EXERCISE DIRECTIONS ▸
Below are the data; count the lines with the string "Altamimi" in them and give that number only.
::: INFORMATION PROVIDED
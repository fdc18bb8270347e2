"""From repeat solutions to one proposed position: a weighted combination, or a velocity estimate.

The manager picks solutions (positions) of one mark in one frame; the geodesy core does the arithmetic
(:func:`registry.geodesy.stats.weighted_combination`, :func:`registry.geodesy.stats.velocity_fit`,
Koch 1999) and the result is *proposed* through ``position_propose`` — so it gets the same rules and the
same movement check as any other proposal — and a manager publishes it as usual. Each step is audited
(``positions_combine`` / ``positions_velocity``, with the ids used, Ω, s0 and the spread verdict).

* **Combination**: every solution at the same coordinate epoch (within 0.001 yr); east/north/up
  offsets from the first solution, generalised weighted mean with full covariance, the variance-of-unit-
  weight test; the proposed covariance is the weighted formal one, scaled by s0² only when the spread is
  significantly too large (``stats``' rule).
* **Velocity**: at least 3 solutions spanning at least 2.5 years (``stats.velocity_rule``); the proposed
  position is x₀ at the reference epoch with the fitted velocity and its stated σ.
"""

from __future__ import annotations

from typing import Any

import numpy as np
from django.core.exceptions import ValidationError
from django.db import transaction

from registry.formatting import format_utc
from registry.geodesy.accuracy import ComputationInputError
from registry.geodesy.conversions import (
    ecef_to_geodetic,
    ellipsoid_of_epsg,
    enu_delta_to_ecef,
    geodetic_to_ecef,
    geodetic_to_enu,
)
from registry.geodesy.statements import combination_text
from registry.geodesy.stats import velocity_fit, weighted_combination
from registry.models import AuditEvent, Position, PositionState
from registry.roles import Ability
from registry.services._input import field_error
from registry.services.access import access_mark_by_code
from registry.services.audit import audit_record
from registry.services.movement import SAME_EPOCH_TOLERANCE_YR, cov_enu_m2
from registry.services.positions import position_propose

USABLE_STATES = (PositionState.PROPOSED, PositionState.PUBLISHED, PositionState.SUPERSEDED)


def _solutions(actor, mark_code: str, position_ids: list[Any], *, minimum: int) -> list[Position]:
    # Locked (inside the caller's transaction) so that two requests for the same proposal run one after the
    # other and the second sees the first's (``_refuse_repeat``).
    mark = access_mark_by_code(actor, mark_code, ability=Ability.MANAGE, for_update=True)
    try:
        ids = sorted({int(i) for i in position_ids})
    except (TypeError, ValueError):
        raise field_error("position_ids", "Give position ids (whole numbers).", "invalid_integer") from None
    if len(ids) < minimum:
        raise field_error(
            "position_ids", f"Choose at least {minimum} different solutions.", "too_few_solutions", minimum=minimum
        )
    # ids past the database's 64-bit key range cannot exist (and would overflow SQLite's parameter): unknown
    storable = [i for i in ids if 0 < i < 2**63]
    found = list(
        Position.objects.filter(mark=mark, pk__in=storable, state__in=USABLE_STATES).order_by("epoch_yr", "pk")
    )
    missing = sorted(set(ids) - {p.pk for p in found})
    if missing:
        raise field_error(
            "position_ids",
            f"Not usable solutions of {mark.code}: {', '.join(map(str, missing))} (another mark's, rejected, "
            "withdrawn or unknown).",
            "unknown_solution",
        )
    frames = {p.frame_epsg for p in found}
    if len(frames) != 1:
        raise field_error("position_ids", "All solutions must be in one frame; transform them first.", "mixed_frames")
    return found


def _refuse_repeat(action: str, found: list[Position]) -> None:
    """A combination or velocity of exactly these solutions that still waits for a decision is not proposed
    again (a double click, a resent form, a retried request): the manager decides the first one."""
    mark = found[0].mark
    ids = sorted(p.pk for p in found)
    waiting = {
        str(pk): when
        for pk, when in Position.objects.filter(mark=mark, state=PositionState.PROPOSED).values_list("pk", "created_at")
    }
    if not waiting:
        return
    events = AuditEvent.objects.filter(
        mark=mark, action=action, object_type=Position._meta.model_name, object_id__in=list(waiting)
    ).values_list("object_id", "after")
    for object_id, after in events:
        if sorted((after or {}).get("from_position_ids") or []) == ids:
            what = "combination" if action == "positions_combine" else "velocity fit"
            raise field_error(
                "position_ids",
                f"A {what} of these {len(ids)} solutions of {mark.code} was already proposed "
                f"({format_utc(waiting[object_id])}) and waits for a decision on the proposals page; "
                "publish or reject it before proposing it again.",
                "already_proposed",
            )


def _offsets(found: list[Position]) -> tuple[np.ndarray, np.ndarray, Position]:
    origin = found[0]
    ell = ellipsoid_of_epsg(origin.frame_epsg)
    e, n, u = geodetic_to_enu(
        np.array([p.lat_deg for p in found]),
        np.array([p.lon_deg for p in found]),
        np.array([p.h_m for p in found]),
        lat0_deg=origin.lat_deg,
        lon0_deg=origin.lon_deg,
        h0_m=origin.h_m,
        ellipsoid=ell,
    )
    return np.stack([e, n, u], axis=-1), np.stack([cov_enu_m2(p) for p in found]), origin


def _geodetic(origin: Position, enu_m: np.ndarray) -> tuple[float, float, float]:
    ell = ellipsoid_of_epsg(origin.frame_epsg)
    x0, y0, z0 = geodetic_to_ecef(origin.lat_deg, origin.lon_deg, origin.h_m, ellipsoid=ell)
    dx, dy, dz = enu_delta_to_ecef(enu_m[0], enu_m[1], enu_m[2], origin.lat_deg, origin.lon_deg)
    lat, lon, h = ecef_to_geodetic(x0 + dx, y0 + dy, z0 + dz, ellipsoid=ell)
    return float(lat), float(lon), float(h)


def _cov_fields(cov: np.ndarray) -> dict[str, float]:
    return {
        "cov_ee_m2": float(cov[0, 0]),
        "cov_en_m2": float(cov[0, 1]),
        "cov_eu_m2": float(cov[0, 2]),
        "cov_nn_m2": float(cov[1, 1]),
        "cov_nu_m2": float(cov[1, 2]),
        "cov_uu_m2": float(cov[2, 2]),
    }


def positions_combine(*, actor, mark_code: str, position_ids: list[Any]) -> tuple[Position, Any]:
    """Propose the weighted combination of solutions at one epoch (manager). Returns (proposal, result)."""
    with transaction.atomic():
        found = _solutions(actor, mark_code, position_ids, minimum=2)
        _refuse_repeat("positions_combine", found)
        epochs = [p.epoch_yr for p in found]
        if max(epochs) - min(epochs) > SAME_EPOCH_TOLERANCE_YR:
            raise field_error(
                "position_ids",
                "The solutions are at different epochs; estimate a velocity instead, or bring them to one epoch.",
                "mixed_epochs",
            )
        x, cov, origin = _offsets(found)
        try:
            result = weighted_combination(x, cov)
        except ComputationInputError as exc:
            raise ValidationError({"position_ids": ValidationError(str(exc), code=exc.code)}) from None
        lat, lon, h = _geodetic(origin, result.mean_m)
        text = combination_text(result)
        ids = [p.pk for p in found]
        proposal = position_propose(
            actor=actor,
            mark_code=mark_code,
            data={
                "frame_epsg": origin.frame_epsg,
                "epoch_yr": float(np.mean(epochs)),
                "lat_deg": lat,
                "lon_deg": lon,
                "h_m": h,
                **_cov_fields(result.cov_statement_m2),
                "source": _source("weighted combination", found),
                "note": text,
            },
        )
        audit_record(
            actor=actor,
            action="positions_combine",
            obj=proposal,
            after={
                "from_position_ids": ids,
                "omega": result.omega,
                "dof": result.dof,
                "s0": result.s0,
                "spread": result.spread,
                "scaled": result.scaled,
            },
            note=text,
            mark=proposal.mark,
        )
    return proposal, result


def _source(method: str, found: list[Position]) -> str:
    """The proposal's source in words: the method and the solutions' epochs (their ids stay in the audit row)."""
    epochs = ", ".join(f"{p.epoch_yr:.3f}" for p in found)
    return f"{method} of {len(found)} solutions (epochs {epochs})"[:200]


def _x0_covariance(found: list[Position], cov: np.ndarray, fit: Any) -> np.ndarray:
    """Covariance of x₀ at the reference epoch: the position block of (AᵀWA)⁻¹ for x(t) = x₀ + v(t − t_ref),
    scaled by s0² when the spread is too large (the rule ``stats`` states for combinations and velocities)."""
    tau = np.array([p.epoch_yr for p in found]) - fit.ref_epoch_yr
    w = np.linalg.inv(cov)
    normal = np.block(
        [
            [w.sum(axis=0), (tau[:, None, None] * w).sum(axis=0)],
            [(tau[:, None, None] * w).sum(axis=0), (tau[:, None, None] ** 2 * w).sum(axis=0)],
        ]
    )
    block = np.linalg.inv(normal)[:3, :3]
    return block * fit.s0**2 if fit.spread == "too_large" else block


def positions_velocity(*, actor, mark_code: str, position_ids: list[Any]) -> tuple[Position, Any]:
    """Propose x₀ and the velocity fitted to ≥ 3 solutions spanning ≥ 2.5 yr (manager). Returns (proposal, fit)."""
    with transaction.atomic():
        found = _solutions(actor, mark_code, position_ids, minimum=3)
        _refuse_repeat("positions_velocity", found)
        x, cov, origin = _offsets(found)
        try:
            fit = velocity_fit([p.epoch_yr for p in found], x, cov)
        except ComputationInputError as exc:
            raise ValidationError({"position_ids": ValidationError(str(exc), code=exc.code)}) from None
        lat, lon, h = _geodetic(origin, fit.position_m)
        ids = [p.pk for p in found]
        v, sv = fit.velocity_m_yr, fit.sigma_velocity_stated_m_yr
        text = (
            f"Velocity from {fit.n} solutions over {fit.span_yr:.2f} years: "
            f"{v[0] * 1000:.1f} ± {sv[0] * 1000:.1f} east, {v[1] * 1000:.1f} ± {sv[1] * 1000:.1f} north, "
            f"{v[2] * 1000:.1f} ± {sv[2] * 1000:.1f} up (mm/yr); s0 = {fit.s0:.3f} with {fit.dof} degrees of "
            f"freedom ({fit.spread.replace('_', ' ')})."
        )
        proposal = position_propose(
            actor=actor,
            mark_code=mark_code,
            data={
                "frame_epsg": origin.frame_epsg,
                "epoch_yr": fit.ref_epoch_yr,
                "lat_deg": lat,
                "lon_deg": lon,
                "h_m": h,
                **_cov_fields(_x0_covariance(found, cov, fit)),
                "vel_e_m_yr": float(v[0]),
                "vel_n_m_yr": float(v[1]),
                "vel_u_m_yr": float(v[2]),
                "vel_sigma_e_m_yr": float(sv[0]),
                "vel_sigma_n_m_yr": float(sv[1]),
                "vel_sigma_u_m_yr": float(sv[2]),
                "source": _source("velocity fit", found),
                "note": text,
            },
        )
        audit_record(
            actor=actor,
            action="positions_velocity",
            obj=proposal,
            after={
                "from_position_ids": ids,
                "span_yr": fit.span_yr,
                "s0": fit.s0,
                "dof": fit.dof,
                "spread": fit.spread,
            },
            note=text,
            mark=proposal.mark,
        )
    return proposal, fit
::::::
::: INFORMATION PROVIDED
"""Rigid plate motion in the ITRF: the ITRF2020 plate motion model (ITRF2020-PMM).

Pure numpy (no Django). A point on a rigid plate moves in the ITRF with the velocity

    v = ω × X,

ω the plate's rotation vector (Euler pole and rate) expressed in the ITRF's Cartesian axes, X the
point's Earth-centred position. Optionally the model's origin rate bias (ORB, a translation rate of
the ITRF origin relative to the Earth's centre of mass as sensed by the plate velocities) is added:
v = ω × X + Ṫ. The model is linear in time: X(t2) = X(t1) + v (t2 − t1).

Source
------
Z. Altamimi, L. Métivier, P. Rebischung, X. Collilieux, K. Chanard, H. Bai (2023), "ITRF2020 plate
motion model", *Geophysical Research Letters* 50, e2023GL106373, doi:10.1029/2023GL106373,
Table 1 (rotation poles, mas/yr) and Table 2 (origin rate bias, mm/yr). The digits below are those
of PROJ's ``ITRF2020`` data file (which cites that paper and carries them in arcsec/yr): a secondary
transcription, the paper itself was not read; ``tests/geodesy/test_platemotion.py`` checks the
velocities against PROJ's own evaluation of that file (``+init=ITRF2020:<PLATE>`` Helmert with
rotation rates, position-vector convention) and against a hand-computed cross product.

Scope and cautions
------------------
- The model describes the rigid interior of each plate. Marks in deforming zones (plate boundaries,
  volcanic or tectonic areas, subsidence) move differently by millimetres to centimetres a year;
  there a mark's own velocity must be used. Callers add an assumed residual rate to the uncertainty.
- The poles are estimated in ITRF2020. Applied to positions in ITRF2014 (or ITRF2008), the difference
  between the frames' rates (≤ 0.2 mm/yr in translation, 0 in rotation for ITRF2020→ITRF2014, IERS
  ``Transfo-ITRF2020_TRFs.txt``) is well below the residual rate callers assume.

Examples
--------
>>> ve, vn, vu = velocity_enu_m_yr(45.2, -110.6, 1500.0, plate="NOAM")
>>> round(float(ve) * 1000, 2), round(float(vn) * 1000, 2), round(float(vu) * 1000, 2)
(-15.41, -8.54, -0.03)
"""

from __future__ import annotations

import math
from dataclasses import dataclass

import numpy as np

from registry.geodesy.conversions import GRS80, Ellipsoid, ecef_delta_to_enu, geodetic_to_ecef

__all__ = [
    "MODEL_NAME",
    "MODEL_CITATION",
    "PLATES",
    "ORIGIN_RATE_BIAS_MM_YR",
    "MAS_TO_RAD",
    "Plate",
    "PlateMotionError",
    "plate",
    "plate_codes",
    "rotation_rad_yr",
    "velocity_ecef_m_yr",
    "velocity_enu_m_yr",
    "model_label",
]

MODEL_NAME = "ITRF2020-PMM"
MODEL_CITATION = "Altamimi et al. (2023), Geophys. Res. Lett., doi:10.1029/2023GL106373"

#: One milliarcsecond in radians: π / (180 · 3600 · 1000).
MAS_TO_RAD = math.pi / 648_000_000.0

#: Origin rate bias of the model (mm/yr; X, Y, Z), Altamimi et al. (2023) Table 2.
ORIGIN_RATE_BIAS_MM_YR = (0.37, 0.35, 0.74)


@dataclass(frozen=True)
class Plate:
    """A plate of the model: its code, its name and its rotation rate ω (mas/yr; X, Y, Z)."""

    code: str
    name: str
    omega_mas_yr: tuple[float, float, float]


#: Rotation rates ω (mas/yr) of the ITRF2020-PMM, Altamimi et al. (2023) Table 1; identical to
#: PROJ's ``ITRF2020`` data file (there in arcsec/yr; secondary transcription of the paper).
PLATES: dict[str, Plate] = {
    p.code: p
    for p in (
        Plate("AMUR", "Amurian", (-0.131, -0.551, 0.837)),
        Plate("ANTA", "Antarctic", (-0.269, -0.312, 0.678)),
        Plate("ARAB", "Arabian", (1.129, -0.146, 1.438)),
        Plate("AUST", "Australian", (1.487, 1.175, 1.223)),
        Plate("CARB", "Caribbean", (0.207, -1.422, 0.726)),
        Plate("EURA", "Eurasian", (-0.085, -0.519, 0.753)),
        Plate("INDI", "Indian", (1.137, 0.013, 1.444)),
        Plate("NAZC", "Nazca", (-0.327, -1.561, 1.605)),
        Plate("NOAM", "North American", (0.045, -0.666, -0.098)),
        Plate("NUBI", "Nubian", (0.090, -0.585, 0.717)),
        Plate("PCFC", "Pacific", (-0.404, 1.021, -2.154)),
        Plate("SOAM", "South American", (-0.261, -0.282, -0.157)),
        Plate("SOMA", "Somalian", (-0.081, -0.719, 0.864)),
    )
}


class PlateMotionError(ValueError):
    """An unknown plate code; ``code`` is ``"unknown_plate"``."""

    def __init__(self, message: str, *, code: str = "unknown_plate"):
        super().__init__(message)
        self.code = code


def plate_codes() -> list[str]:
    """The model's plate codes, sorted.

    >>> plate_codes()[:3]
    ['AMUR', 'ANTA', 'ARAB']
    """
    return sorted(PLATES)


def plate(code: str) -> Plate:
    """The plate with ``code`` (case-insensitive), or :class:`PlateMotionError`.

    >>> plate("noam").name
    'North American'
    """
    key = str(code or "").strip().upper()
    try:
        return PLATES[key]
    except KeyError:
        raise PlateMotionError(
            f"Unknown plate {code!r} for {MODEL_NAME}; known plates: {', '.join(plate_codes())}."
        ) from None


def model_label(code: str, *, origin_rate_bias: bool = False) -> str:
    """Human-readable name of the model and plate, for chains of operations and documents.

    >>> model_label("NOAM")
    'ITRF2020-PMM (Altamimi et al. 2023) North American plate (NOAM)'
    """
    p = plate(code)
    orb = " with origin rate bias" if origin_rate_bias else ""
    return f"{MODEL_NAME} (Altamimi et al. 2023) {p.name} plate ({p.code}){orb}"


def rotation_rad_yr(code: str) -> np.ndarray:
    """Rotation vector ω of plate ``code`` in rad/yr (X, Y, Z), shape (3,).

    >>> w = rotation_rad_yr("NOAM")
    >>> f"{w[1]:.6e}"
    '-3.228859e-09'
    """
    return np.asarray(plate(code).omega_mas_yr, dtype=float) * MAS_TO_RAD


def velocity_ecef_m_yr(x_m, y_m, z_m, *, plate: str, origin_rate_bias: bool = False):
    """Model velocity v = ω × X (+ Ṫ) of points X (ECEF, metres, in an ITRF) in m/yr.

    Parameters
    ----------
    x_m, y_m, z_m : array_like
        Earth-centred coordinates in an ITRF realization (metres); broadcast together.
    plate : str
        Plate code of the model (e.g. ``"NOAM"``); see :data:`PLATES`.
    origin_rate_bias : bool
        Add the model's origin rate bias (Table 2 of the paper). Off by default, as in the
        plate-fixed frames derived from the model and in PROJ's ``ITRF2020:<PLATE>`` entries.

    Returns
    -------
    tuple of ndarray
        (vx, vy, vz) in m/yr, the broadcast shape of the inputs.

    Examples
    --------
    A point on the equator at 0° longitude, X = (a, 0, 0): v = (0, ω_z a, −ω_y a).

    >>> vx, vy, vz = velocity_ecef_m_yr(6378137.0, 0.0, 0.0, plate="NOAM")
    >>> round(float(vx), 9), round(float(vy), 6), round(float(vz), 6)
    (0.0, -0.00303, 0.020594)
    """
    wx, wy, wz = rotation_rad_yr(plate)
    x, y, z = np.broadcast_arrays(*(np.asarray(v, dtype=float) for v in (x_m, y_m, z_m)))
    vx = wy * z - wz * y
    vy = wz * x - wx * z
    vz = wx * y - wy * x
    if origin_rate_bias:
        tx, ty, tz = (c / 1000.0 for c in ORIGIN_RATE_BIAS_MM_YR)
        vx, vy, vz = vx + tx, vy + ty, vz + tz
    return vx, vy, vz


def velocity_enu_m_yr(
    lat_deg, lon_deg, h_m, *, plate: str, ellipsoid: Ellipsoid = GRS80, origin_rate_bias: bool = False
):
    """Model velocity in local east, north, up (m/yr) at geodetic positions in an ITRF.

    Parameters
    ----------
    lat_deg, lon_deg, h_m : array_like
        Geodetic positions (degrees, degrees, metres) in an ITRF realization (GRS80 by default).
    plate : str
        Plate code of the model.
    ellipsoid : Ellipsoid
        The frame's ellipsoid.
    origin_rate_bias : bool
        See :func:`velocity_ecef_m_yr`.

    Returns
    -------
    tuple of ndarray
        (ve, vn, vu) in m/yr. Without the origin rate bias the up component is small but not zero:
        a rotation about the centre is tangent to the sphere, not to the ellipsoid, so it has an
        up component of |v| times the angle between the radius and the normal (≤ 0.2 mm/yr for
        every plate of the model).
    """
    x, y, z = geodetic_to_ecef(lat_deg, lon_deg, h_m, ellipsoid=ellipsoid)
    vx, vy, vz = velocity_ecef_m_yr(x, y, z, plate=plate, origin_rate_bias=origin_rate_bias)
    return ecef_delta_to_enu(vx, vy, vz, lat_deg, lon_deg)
::::::
TASK RESPONSE ▸
6